4. Coordinate with trusted community partners
Schools should work with community-based organizations, faith communities, after-school providers, and other trusted partners including family and community engagement centers to ensure clear and consistent communication to students and families about accurate coronavirus information and the resources and supports available.
Schools should also connect with local organizations that may offer programming or other services for students when schools are closed (including virtually), consistent with guidance from health officials, and make resources available through these partners.
All communications and outreach should be in multiple languages and include visuals to meet the community’s needs.
5. Connect families to other services they may need
While schools cannot be expected to do everything, they are a vital and trusted hub or students and their families in a time of uncertainty. Schools should work with their local government partners so that they are able to point families to health, housing, legal, domestic violence, child abuse and neglect, and other resources — recognizing that this may be a period of additional economic hardship for families. All communications and outreach should be in multiple languages and include visuals to meet the community’s needs.

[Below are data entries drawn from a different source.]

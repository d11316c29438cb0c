"""Which jobs a list shows: filters and paging, newest first."""

import time
from dataclasses import dataclass
from typing import Any

from sqlalchemy import ColumnElement, Engine, and_, case, or_, select

from service.jobs.job import Job
from service.jobs.lifecycle import State
from service.jobs.rows import SUMMARY, job_from
from service.jobs.tables import jobs


@dataclass(frozen=True)
class Query:
    """Filters of a list of jobs; an empty tuple or None leaves a filter out.

    created : earliest and latest time of creation, seconds since the epoch, ends included.
    shortest, longest : duration in seconds, ends included: of a running job so far, of an ended one in all.
    after : (created, id) of the last job of the page before.
    """

    processes: tuple[str, ...] = ()
    states: tuple[State, ...] = ()
    created: tuple[float | None, float | None] = (None, None)
    shortest: float | None = None
    longest: float | None = None
    after: tuple[float, str] | None = None
    limit: int = 10


def find(engine: Engine, query: Query) -> tuple[list[Job], bool]:
    """At most ``query.limit`` jobs, and whether more follow."""
    statement = (
        select(*SUMMARY)
        .where(*_conditions(query))
        .order_by(jobs.c.created.desc(), jobs.c.id.desc())
        .limit(query.limit + 1)
    )
    with engine.connect() as connection:
        found = [job_from(row) for row in connection.execute(statement)]
    return found[: query.limit], len(found) > query.limit


def knows(engine: Engine, process: str) -> bool:
    """Whether any job of that process is kept."""
    with engine.connect() as connection:
        statement = select(jobs.c.id).where(jobs.c.process == process).limit(1)
        return connection.execute(statement).one_or_none() is not None


def _conditions(query: Query) -> list[ColumnElement[bool]]:
    earliest, latest = query.created
    conditions: list[Any] = []
    if query.processes:
        conditions.append(jobs.c.process.in_(query.processes))
    if query.states:
        conditions.append(jobs.c.state.in_(query.states))
    if earliest is not None:
        conditions.append(jobs.c.created >= earliest)
    if latest is not None:
        conditions.append(jobs.c.created <= latest)
    if query.shortest is not None or query.longest is not None:
        conditions.extend(_durations(query))
    if query.after is not None:
        created, job_id = query.after
        conditions.append(or_(jobs.c.created < created, and_(jobs.c.created == created, jobs.c.id < job_id)))
    return conditions


def _durations(query: Query) -> list[Any]:
    # A job without the times it needs has no duration, and NULL matches nothing.
    end = case((jobs.c.state == State.RUNNING, time.time()), else_=jobs.c.finished)
    duration = end - jobs.c.started
    conditions: list[Any] = []
    if query.shortest is not None:
        conditions.append(duration >= query.shortest)
    if query.longest is not None:
        conditions.append(duration <= query.longest)
    return conditions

6. Start planning now for when schools reopen
The state should create templates for school districts to plan now on how they will bolster and accelerate teaching and learning when in-person classes resume. These preparations should specifically address the needs of students with disabilities, including compensatory services.
Long-term district plans should outline how they will allocate resources — including staff, time and materials — for extended learning time during the summer (if possible due to the pandemic) and for the 2020-21 school year, based on student need ensuring that the most vulnerable students are prioritized for instructional and socio-emotional support and opportunities to catch up and advance academically.
This should include information on the estimated cost of implementing the Plan. The Plan should be published on the Michigan Department of Education and district websites.
Also, schools should prepare to provide intensive training to teachers and other school personnel and revisit curriculum before the 2020-21 school year in order to address learning gaps resulting from school closures while helping all students meet grade-level academic expectations. This preparation must recognize the trauma that students have experienced and address their socio-emotional needs.